Criminalising preaching and prayer
Concern was also raised about the effect on normal Christian practices. Jim Allister, the leader of the Traditional Unionist Voice, said LGBT activists had two goals: criminalising preaching and criminalising prayer.
He said that they want to “criminalise preaching in accordance with the sexual ethics that are set forth in holy scripture…They want to criminalise praying. Where there has been legislation, that’s exactly what happened.” Jim Allister is right. This is what has happened in Victoria, Australia. It seems that Northern Irish politicians are looking to the Victoria law as a model to follow.
Why target Northern Ireland?
LGBT activists are annoyed that the UK government is not moving forward strongly on this issue for England and Wales. They are furious that Boris Johnson wrote a response to the Evangelical Alliance UK saying the government would not criminalise religious activities. In their eyes the government should not talk to orthodox Christians at all on this issue. So why are LGBT activists pushing hard in Northern Ireland, given that a ban there would not affect the rest of the UK?
Activists are targeting Core Issues Trust, a Christian charity offering counselling for people with unwanted same-sex attraction. Core Issues Trust operates across the UK and is constantly accused of conducting ‘conversion therapy’. If activists can criminalise ‘conversion therapy’ they have more chance of shutting down Core Issues Trust. In addition, by winning Northern Ireland they can claim that a Christian jurisdiction voted for a ban, as happened with Malta. Finally, activists hope that if a ban goes through in Northern Ireland, this will put pressure on Westminster to pass one for England and Wales, and on Holyrood to pass one in Scotland.
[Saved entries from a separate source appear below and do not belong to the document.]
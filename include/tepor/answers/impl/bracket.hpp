#pragma once
// Solve, bound, mark, bisect.

#include <algorithm>
#include <cmath>
#include <limits>
#include <memory>
#include <tepor/answers/bracket.hpp>
#include <tepor/answers/impl/bracket_conductance.hpp>
#include <tepor/answers/impl/bracket_level.hpp>
#include <tepor/answers/impl/bracket_linear.hpp>
#include <tepor/answers/impl/bracket_refine.hpp>
#include <tepor/answers/impl/refine_loop.hpp>
#include <tepor/solve/steady.hpp>

namespace tepor {

TEPOR_INLINE Bracket bracket(const Body& body, const Quantity& quantity, const BracketOptions& options) {
    using namespace detail;
    RefineBudget budget("BracketOptions", {"relative_width", options.relative_width},
                        {"absolute_width", options.absolute_width}, options.max_unknowns, options.max_seconds);
    std::shared_ptr<const MeshData> mesh = body.shared_mesh();
    Bracket out;
    if (!mesh->curved.empty()) out.remark = "of the polygon: curved sides are replaced by their chords";
    if (mesh->shape == CellShape::triangle && mesh->order <= 2) mesh = straightened(*mesh, *body.model()->kind);
    out.lower = -std::numeric_limits<double>::infinity();
    out.upper = std::numeric_limits<double>::infinity();
    const bool conductance = quantity.kind() == Quantity::Kind::conductance_between;
    const CellKind* kind = nullptr;
    std::vector<double> share;
    const auto pass = [&](const std::shared_ptr<const MeshData>& on) {
        BracketLevel level(body.on_mesh(on), conductance ? RadiatingFaces::refuse : RadiatingFaces::list);
        if (out.passes.empty()) static_cast<void>(steady(body)); // says what is missing, in the words of steady
        LevelAnswer answer = conductance                      ? answer_conductance(level, quantity)
                             : level.primal().radiating.any() ? answer_radiating(level, quantity)
                                                              : answer_linear(level, quantity);
        kind = level.model().kind;
        share = std::move(answer.share);
        out.cells = on->cell_count();
        out.unknowns = level.model().unknowns;
        // Every interval is guaranteed, so their intersection is.
        out.lower = std::max(out.lower, answer.lower);
        out.upper = std::min(out.upper, answer.upper);
        out.value = std::clamp(answer.value, out.lower, out.upper);
        out.passes.push_back({out.cells, out.unknowns, answer.lower, answer.upper, budget.seconds_of_pass()});
        out.reached = budget.reached(out.width(), out.value);
        return PassEnd{out.unknowns, out.passes.back().seconds, out.reached || share.empty(), false};
    };
    refine_loop(budget, mesh, 1.0, pass, [&](const MeshData& coarse) { return finer(coarse, *kind, share); });
    return out;
}

} // namespace tepor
Cracks in the edifice of the proposed ban
As we have seen, there are lots of cracks in the edifice of Tuesday’s motion to ban ‘conversion therapy’. Northern Irish politicians have for the most part not shown support for religious freedom or free speech. They have not heeded all the considerations about treating gender problems, those questioning their sexuality, preaching and prayer. Westminster has considered these kinds of things in the recent past. However, Westminster has not promised to protect counselling and therapy as such. If Northern Ireland criminalises ‘conversion therapy’, pressure will mount for Westminster to sideline such concerns among others to placate LGBT activists. Neither Northern Ireland nor Westminster has good reason to do so.